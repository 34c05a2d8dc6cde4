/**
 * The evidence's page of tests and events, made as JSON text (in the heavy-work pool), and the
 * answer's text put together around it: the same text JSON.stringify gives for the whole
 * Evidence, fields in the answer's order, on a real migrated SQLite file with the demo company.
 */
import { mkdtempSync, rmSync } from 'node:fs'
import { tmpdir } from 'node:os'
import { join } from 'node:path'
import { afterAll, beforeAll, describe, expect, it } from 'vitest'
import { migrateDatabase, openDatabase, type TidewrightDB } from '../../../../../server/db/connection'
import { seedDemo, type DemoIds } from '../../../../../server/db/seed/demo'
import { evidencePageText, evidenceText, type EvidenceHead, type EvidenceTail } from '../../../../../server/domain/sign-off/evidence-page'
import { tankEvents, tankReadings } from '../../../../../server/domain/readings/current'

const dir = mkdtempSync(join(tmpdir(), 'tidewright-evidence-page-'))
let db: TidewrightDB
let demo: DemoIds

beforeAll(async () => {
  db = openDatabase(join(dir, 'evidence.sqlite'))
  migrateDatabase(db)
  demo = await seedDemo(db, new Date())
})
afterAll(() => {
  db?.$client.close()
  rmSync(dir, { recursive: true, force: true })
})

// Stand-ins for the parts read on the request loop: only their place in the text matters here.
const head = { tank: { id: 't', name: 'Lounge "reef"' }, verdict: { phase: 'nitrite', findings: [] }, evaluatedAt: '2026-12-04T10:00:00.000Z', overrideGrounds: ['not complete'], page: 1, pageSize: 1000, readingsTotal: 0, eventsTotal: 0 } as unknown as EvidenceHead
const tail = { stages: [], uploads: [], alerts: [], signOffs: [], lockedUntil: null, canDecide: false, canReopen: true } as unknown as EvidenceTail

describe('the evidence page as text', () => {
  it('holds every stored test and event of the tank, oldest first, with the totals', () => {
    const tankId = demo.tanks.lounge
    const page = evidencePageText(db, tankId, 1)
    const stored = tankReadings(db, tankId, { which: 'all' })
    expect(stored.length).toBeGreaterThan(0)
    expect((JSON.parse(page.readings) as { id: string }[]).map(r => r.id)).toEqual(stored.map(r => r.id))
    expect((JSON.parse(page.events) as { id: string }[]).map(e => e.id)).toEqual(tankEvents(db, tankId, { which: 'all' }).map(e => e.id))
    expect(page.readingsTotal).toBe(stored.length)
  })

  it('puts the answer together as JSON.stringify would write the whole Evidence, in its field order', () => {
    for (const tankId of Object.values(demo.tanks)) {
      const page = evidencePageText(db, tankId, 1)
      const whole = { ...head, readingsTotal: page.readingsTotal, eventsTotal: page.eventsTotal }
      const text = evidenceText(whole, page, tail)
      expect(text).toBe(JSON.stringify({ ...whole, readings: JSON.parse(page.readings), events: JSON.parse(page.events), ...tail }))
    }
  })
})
# # # # # # #
EXERCISE DETAILS
Write out word for word only the lines from the start of the entries down to the line with "text matters here.", please, including both ends.

SOLUTION FOR THIS EXERCISE
repository 34c05a2d8dc6cde4
/**
 * The evidence's page of tests and events, made as JSON text (in the heavy-work pool), and the
 * answer's text put together around it: the same text JSON.stringify gives for the whole
 * Evidence, fields in the answer's order, on a real migrated SQLite file with the demo company.
 */
import { mkdtempSync, rmSync } from 'node:fs'
import { tmpdir } from 'node:os'
import { join } from 'node:path'
import { afterAll, beforeAll, describe, expect, it } from 'vitest'
import { migrateDatabase, openDatabase, type TidewrightDB } from '../../../../../server/db/connection'
import { seedDemo, type DemoIds } from '../../../../../server/db/seed/demo'
import { evidencePageText, evidenceText, type EvidenceHead, type EvidenceTail } from '../../../../../server/domain/sign-off/evidence-page'
import { tankEvents, tankReadings } from '../../../../../server/domain/readings/current'

const dir = mkdtempSync(join(tmpdir(), 'tidewright-evidence-page-'))
let db: TidewrightDB
let demo: DemoIds

beforeAll(async () => {
  db = openDatabase(join(dir, 'evidence.sqlite'))
  migrateDatabase(db)
  demo = await seedDemo(db, new Date())
})
afterAll(() => {
  db?.$client.close()
  rmSync(dir, { recursive: true, force: true })
})

// Stand-ins for the parts read on the request loop: only their place in the text matters here.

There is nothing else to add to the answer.